Government funding for the ABC has been attacked consistently since the mid-1990s. The public reliance on the ABC for unvarnished advice and news on the pandemic has done nothing to halt government scorn. 

The ABC is an institution that does, and by its charter should, operate independently of commercial and political influence in order to bolster Australian democracy. So what happened with COVID-19? At the time of need, the budget cuts to the ABC were kept in place, while tax relief was offered to commercial broadcasters.

Clearly, there is a broad divide between government power and democratic values. For the Government, the latter appears to be an impediment to the former. Democracy is the loser. Political parties are an essential part of Australian democracy, but they are not its primary institution and certainly not its protector, especially now.

Democracy, above anything else, requires difference to be valued and nurtured so that freedom and equality can be pursued without domination by the powerful. The idea of a government by the people is, of course, an ideal that has never been fully realised, but it is the pursuit of that ideal that marks the democratic political ideal.  

How the Federal Government has treated universities during COVID-19 is especially revealing of lost democratic idealism. Universities, democratic institutions that have endured decades of public funding cuts, are being given an extra bashing in pandemic times.  

Forged on the values of free inquiry and freedom of thought, universities have increasingly been reduced to quasi-corporations operating as an export industry. In Australia, this has been remarkably successful, at least based on economic criteria. Before COVID-19, Australia’s education exports were worth almost $40 billion.

Despite the Government’s insistence on the priority of economic recovery, COVID-19 has revealed that an ideology of power is even greater than one of business. The commercial catastrophe of closed borders for education exports has done little to displace the Government’s active antinomy to universities

International students in Australian have been denied government support and told to "go home". At the same time, the Government has bent over backwards to make sure that universities cannot benefit from the JobKeeper program to protect their future.

This is a paradigmatic example of how power-chasing politics trumps both the promise of democracy and a commitment to the management of the economy. The JobSeeker exclusion was described as a "final twist of the knife".

Wounding democratic institutions was clearly the priority, despite the clear economic risks.

This is not just a matter of Morrison having an authoritarian leadership style. It is about de-institutionalising democracy in order to enhance the singular power of the ruling elite. Even worse, if Morrison’s peaking popularity ratings are anything to go by, Australians are largely supportive.

Strong-arm politics is all the rage.
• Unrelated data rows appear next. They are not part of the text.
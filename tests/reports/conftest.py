"""A small hand-built survey for report tests: every number in it is known in advance.

The envelope thermogram is a flat 18.0 °C field (apparent) with a 6 × 6 pixel patch at
12.0 °C; mark A is a point in the patch, B a rectangle on the sound wall and A's reference.

WeasyPrint takes most of a report test's time, so each module renders the hand-built
survey once (:func:`hand_built_render`, real WeasyPrint) and shares the bytes, the text and
the pypdf reader: :func:`issued_version` stores that one render as the issued file of each
test's own report. Tests of the render itself (claiming, freezing, failures) use
:func:`freshly_issued_version`, which renders for the test.
"""

import dataclasses
import datetime
import functools
import hashlib
import io
from types import SimpleNamespace

import numpy as np
import pytest
from django.db import transaction
from django.test import override_settings

from survey.models import Asset, Finding, HeatLossEstimate, Member, Survey
from tests.factories import make_thermogram

SOUND_C, COLD_C = 18.0, 12.0
EMISSIVITY, REFLECTED_C = 0.93, 19.0


def envelope_field() -> np.ndarray:
    field = np.full((30, 40), SOUND_C, dtype=np.float32)
    field[10:16, 5:11] = COLD_C
    return field


@pytest.fixture
def report_survey(envelope_survey, thermographer, reviewer) -> Survey:
    return build_report_survey(envelope_survey, thermographer, reviewer)


def build_report_survey(envelope_survey: Survey, thermographer, reviewer) -> Survey:
    """Mark, finding and heat-loss estimate of the hand-built report survey."""
    from survey.services.marks import mark_add

    envelope_survey.reviewer = reviewer
    envelope_survey.instrument = "Invented LW-320 camera, serial 0001"
    envelope_survey.save()
    thermographer.qualification = "Thermography certificate, level 2"
    thermographer.save()
    thermogram = make_thermogram(
        envelope_survey,
        envelope_field(),
        title="North wall, bedroom 2",
        emissivity=EMISSIVITY,
        reflected_c=REFLECTED_C,
        created_by=thermographer.user,
    )
    sound = mark_add(thermogram=thermogram, kind="rectangle", points=[[20, 5], [35, 25]], user=None)
    cold = mark_add(
        thermogram=thermogram,
        kind="point",
        points=[[7, 12]],
        user=None,
        reference_kind="mark",
        reference_mark=sound,
    )
    finding = Finding.objects.create(
        organization=envelope_survey.organization,
        survey=envelope_survey,
        thermogram=thermogram,
        category="missing_insulation",
        location="Corner above the window",
        description="Cold patch at the wall-ceiling junction.",
        level=2,
        recommendation="Open up the corner and refit the insulation.",
    )
    finding.marks.set([cold])
    HeatLossEstimate.objects.create(
        organization=envelope_survey.organization,
        survey=envelope_survey,
        label="Cold corner",
        inputs={"area_m2": 0.5, "t_surface_c": 12.0, "t_air_c": 20.0},
        results={"total_w_m2": 40.0, "watts": 20.0, "kwh_per_year": 100.0},
    )
    return envelope_survey


@pytest.fixture
def electrical_report_survey(electrical_survey, thermographer) -> Survey:
    asset = Asset.objects.create(
        organization=electrical_survey.organization,
        site=electrical_survey.site,
        name="Main switchboard MSB-1",
        kind=Asset.Kind.PANEL,
    )
    thermogram = make_thermogram(
        electrical_survey, asset=asset, title="MSB-1 incomer", created_by=thermographer.user
    )
    Finding.objects.create(
        organization=electrical_survey.organization,
        survey=electrical_survey,
        thermogram=thermogram,
        asset=asset,
        category="connection",
        location="Incomer, phase L2 lug",
        level=1,
        rise_c=20.0,
        recommendation="De-energize and re-terminate the L2 lug.",
    )
    return electrical_survey


def kind_survey(org, site, thermographer, kind: str) -> Survey:
    return Survey.objects.create(
        organization=org,
        site=site,
        kind=kind,
        date=datetime.date(2026, 2, 1),
        thermographer=thermographer,
    )


@pytest.fixture
def draft_version(report_survey, thermographer, django_capture_on_commit_callbacks):
    from reports.services import report_create, report_request_draft

    report = report_create(survey=report_survey, user=thermographer.user)
    with django_capture_on_commit_callbacks(execute=True):
        version = report_request_draft(report=report, user=thermographer.user)
    version.refresh_from_db()
    return version


@pytest.fixture
def freshly_issued_version(report_survey, reviewer, django_capture_on_commit_callbacks):
    """An issued version rendered for this test by the render task (eager on commit)."""
    from reports.services import report_create, report_issue

    report = report_create(survey=report_survey, user=reviewer.user)
    with django_capture_on_commit_callbacks(execute=True):
        version = report_issue(report=report, user=reviewer.user)
    version.refresh_from_db()
    return version


class Rendered(SimpleNamespace):
    """A render shared by a module: the PDF bytes, its text and its pypdf reader, each
    read once."""

    @functools.cached_property
    def text(self) -> str:
        from tests.reports.helpers import pdf_text

        return pdf_text(self.pdf)

    @functools.cached_property
    def cells(self) -> str:
        from tests.reports.helpers import flat, pdf_text

        return flat(pdf_text(self.pdf, layout=False))

    @functools.cached_property
    def reader(self):
        from pypdf import PdfReader

        return PdfReader(io.BytesIO(self.pdf))


def render_hand_built(django_db_blocker, media: str, *, drafts: tuple[bool, ...]) -> dict:
    """The hand-built survey rendered once per entry of `drafts` (True: a draft), in a
    transaction rolled back afterwards, with the digest of its results."""
    from reports.document import render_pdf
    from reports.models import Report, ReportVersion
    from reports.results import results_file, survey_results
    from tests.conftest import make_envelope_survey, make_organization, make_person, make_site

    hasher = ["django.contrib.auth.hashers.MD5PasswordHasher"]
    renders = {}
    with (
        django_db_blocker.unblock(),
        override_settings(MEDIA_ROOT=media, PASSWORD_HASHERS=hasher),
        transaction.atomic(),
    ):
        org = make_organization()
        thermographer = make_person(org, "theo", Member.Role.THERMOGRAPHER, "Theo Thermographer")
        reviewer = make_person(org, "rita", Member.Role.REVIEWER, "Rita Reviewer")
        survey = make_envelope_survey(org, make_site(org), thermographer)
        build_report_survey(survey, thermographer, reviewer)
        for draft in drafts:
            Report.objects.all().delete()
            report = Report.objects.create(organization=org, survey=survey, number="R-T1")
            version = ReportVersion.objects.create(
                report=report, version=1, is_draft=draft, issued_by=None if draft else reviewer.user
            )
            renders[draft] = Rendered(**dataclasses.asdict(render_pdf(version)))
        # The SHA-256 of the results file a user exports (hashlib, FIPS 180-4).
        renders["digest"] = hashlib.sha256(results_file(survey_results(survey))).hexdigest()
        transaction.set_rollback(True)
    return renders


@pytest.fixture(scope="module")
def hand_built_render(django_db_setup, django_db_blocker, tmp_path_factory) -> Rendered:
    """The hand-built survey's issued version, rendered once for the whole module."""
    media = str(tmp_path_factory.mktemp("media"))
    return render_hand_built(django_db_blocker, media, drafts=(False,))[False]


def issue_with_render(survey: Survey, reviewer, rendered: Rendered):
    """Issue a report of `survey` for real, with `rendered` as its file.

    The issuing service runs; its render task, queued on commit, never runs (the test's
    transaction is rolled back), and the task's own store step keeps the shared bytes,
    with their sha256 and page count, as the issued file.
    """
    from reports import rendering
    from reports.models import ReportVersion
    from reports.services import report_create, report_issue

    report = report_create(survey=survey, user=reviewer.user)
    version = report_issue(report=report, user=reviewer.user)
    ReportVersion.objects.filter(pk=version.pk).update(status=ReportVersion.Status.RENDERING)
    version.refresh_from_db()
    assert rendering._store_pdf(version, rendered)
    version.refresh_from_db()
    return version


@pytest.fixture
def issued_version(report_survey, reviewer, hand_built_render):
    """An issued version of this test's report survey whose file is the module's one render."""
    return issue_with_render(report_survey, reviewer, hand_built_render)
Reasoned public debate and placing democratic limits on political power is not. All that matters is winning elections.

Never let a good crisis go to waste? The Government has not. As much as human lives are at stake, so is the way that humans will live.

If politics is reduced to a street fight for power at the expense of democracy then we will emerge out of COVID worse off as a society. Let’s not use this crisis as a way of sacrificing democracy.